Mounting dissatisfaction and criticism with the massive computer project led the AOC to form “oversight” committees several weeks ago. “The judges who actually use CCMS uniformly, and enthusiastically support CCMS,” wrote Justice Terence Bruiniers in the a recent memo from the committees.
That statement brought immediate responses from judges in San Diego, where the system has been in place. “It is also not worth anything like what we are, or will be paying for it. It is slow, labor intensive, and does little that off the shelf programs could not have been modified to do for much less investment,” wrote San Diego Superior Court Judge Earl Maas, who is also identified as a technology expert.
In the week before the budget committee hearing, one judge in Los Angeles called for the removal of Vickrey. Because of surmounting cost overruns as well as the scandal over the “no-bid,” multimillion-dollar deal with a consultant for the development of the computer system, Judge Stephen Czuleger wrote a 6-page letter to Chief Justice Cantil-Sakauye, and three other judges, as well as to the court’s executive officer, questioning the honesty and competence of the court administrative director Vickrey, and accused the administrative office of keeping a double set of books.
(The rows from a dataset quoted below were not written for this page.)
"""The pages of one PDF: paper, head, foot, numbers, bookmarks; what stands on them is set by others."""

from __future__ import annotations

import io
from collections.abc import Callable
from dataclasses import dataclass

from reportlab.lib.pagesizes import A4, LETTER
from reportlab.pdfgen.canvas import Canvas

from edgetally import __version__
from edgetally.output.paper import BOLD, REGULAR, PdfPen, fitted, printable, register_fonts, text_width, wrapped
from edgetally.output.pens import INK, MUTED, Colour, Picture, draw
from edgetally.output.placing import POINTS_PER_MM
from edgetally.output.words import CAUTION

SIZES = {"a4": A4, "letter": LETTER}
LEFT, RIGHT, TOP, BOTTOM = 18 * POINTS_PER_MM, 11 * POINTS_PER_MM, 11 * POINTS_PER_MM, 9 * POINTS_PER_MM
SMALLEST, SMALL, BODY = 5.2, 6.6, 7.8
LEADING = 9.4
HAIR, RULE = 0.35, 0.9
LIGHT = (0.78, 0.79, 0.80)


@dataclass(frozen=True, slots=True)
class Head:
    """What a person enters on the sheet; what is empty becomes a box to fill in by hand."""

    title: str = ""
    reference: str = ""
    prepared: str = ""
    date: str = ""


@dataclass(frozen=True, slots=True)
class Setup:
    """What is the same on every page, and what the PDF says of itself.

    `facts` are (name, value, share of the width) under the boxes of the head, `line` a last (name, value) across it;
    `foot` are sentences above the caution.
    """

    size: str
    head: Head
    heading: str
    facts: tuple[tuple[str, str, float], ...]
    line: tuple[str, str]
    foot: tuple[str, ...]
    title: str
    subject: str
    keywords: str


def whole_pdf(setup: Setup, write: Callable[[Pages], None]) -> bytes:
    """Return the PDF that `write` sets; it is called twice, because each page says how many there are.

    The same calls give the same bytes.
    """
    register_fonts()
    data, total = b"", 0
    for _ in range(2):
        pages = Pages(setup, total)
        write(pages)
        data, total = pages.finished()
    return data


class Pages:
    """A canvas that knows its margins; y runs upwards in points."""

    def __init__(self, setup: Setup, total: int) -> None:
        self.setup, self.total, self.number = setup, total, 0
        self.width, self.height = map(float, SIZES[setup.size])
        self.left, self.right = LEFT, self.width - RIGHT
        self._buffer = io.BytesIO()
        canvas = Canvas(self._buffer, pagesize=(self.width, self.height), invariant=1, pageCompression=1)
        canvas.setTitle(setup.title)
        canvas.setAuthor(setup.head.prepared)
        canvas.setSubject(setup.subject)
        canvas.setKeywords(setup.keywords)
        canvas.setCreator(f"edgetally {__version__}")
        self.canvas, self.pen = canvas, PdfPen(canvas)
        self.floor = BOTTOM
        self._open: tuple[str, str] | None = None

    def finished(self) -> tuple[bytes, int]:
        """Return the bytes and the number of pages."""
        self._close()
        self.canvas.save()
        return self._buffer.getvalue(), self.number

    def open(self, bookmark: str, *, where: str = "", level: int = 0) -> float:
        """Begin a page and return the y below its head; `floor` is the y above its foot."""
        self._close()
        self.number += 1
        self._open = bookmark, where
        mark = f"page{self.number}"
        self.canvas.bookmarkPage(mark)
        self.canvas.addOutlineEntry(bookmark, mark, level=level)
        y = self._head(where)
        self.floor = self._foot()
        return y

    def go_on(self) -> float:
        """Begin another page under the same bookmark, as its continuation."""
        assert self._open is not None
        bookmark, where = self._open
        return self.open(
            bookmark if bookmark.endswith(", continued") else f"{bookmark}, continued", where=where, level=1
        )

    def _close(self) -> None:
        if self._open is not None:
            self.canvas.showPage()
        self._open = None

    # ------------------------------------------------------------------ head and foot
    def _head(self, where: str) -> float:
        pen, head, top = self.pen, self.setup.head, self.height - TOP
        self.rule(self.left, self.right, top, RULE)
        heading = self.setup.heading
        pen.text(self.right - text_width(heading, 11.0, BOLD), top - 17.0, heading, 11.0, BOLD)
        if where:
            pen.text(self.right - text_width(where, SMALL), top - 26.0, where, SMALL, colour=MUTED)
        self._field("Title", head.title, self.left, top, self.right - self.left - 125.0, size=11.0)
        y = top - 31.0
        boxes = (
            ("Reference", head.reference, 0.26),
            ("Prepared by", head.prepared, 0.24),
            ("Date", head.date, 0.14),
            ("Checked by, date", "", 0.18),
            ("Signature", "", 0.18),
        )
        for cells, height in ((boxes, 27.0), (self.setup.facts, 23.0)):
            self.rule(self.left, self.right, y, HAIR)
            self._cells(cells, y, height)
            y -= height
        self.rule(self.left, self.right, y, HAIR)
        name, value = self.setup.line
        x = pen.text(self.left + 3.0, y - 8.2, f"{name} ", SMALL, colour=MUTED)
        pen.text(x + 2.0, y - 8.2, fitted(value, SMALL, self.right - x - 4.0), SMALL)
        y -= 12.0
        self.rule(self.left, self.right, y, RULE)
        return y

    def _cells(self, cells: tuple[tuple[str, str, float], ...], y: float, height: float) -> None:
        x = self.left
        for k, (name, value, share) in enumerate(cells):
            width = share * (self.right - self.left)
            if k:
                self.canvas.setLineWidth(HAIR)
                self.canvas.setStrokeColorRGB(*INK)
                self.canvas.line(x, y, x, y - height)
            self._field(name, value, x, y, width)
            x += width

    def _field(self, name: str, value: str, x: float, y: float, width: float, size: float = BODY) -> None:
        self.pen.text(x + 3.0, y - 7.6, name, 6.0, colour=MUTED)
        if not value:
            return
        # what does not fit is set smaller before anything of it is cut
        small = size * min(1.0, (width - 6.0) / text_width(printable(value), size))
        size = max(small, SMALLEST)
        self.pen.text(x + 3.0, y - 9.5 - size, fitted(value, size, width - 6.0), size)

    def _foot(self) -> float:
        """Draw conventions, caution and page number; return the y above them."""
        pen, width = self.pen, self.right - self.left
        lines = [(line, REGULAR) for sentence in self.setup.foot for line in wrapped(sentence, SMALL, width)]
        lines += [(line, BOLD) for line in wrapped(CAUTION, SMALL, width, BOLD)]
        y = BOTTOM + 9.0
        pen.text(self.left, BOTTOM, f"edgetally {__version__}", SMALL, colour=MUTED)
        page = f"page {self.number} of {self.total}"
        pen.text(self.right - text_width(page, SMALL), BOTTOM, page, SMALL, colour=MUTED)
        self.rule(self.left, self.right, y, HAIR)
        y += 4.0
        for line, font in reversed(lines):
            pen.sentence(self.left, y, line, SMALL, font)
            y += 8.0
        self.rule(self.left, self.right, y + 1.0, HAIR)
        return y + 1.0

    # ------------------------------------------------------------------ what stands on a page
    def heading(self, text: str, x0: float, x1: float, y: float) -> float:
        """Set a heading over a rule, its top at y; return the first baseline below it."""
        self.pen.text(x0, y - 8.0, text, 8.4, BOLD)
        self.rule(x0, x1, y - 11.0, 0.6)
        return y - 20.0

    def rule(self, x0: float, x1: float, y: float, width: float, colour: Colour = INK) -> None:
        """Draw a rule of a width [pt]."""
        self.canvas.setLineWidth(width)
        self.canvas.setStrokeColorRGB(*colour)
        self.canvas.line(x0, y, x1, y)

    def frame(self, x: float, top: float, width: float, height: float, title: str = "") -> None:
        """Draw the frame of a picture, with a title inside it."""
        self.canvas.setLineWidth(HAIR)
        self.canvas.setStrokeColorRGB(*MUTED)
        self.canvas.rect(x, top - height, width, height, stroke=1, fill=0)
        if title:
            self.pen.text(x + 6.0, top - 12.0, title, BODY, BOLD)

    def picture(self, picture: Picture, x: float, bottom: float) -> None:
        """Draw a picture, its lower left corner at (x, bottom)."""
        draw(picture, self.pen, complex(x, bottom))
“First, Deloitte was not being honest and forthcoming,”’ wrote Czuleger. “Second, the AOC would award the contract to Deloitte regardless. Deloitte clearly views CCMS as a cash cow, and the AOC as its partner in its profit scheme. The agency’s actions in steering the contract and failing to reasonably oversee it were followed by an effort to hide the true cost of the system,” said Czuleger. “The AOC was giving the Legislature one figure while internally booking another.”
In the report, the state auditor assessed 51 of the 58 county superior courts. Of those, 18 reported that their existing IT systems for court case management already served their needs, 32 reported that their current system would serve them in the near future, and only 12 were either positive or neutral about the new CCMS system.
Judge White referred to a letter he recently wrote to Bruiniers. “Permit me to observe that the committee you chair was selected not for subject matter competence or a working familiarity with CCMS,” White wrote. “Like you, precious few of your committee members actually use CCMS. They, however honorable, were not selected for their expertise or experience with CCMS. Meanwhile, members of our court who know CCMS inside and out were purposely excluded from your committee — precisely because they know the subject.”
Chief Justice Tani Cantil-Sakauye is also receiving criticism by the state’s judges for not taking a more proactive stand on the controversial computer system, expressing instead, more concern about California falling behind other states in its ability to deliver justice without the implementation of CCMS. “When I am asked why we continue to invest in CCMS even in the face of budget reductions, my response is that I cannot think of a better investment in the future of our courts, or for that matter our courts here and now,” said Hon. Cantil-Sakauye in a press release issued by the Judicial Council of California, Administrative Office of the Courts.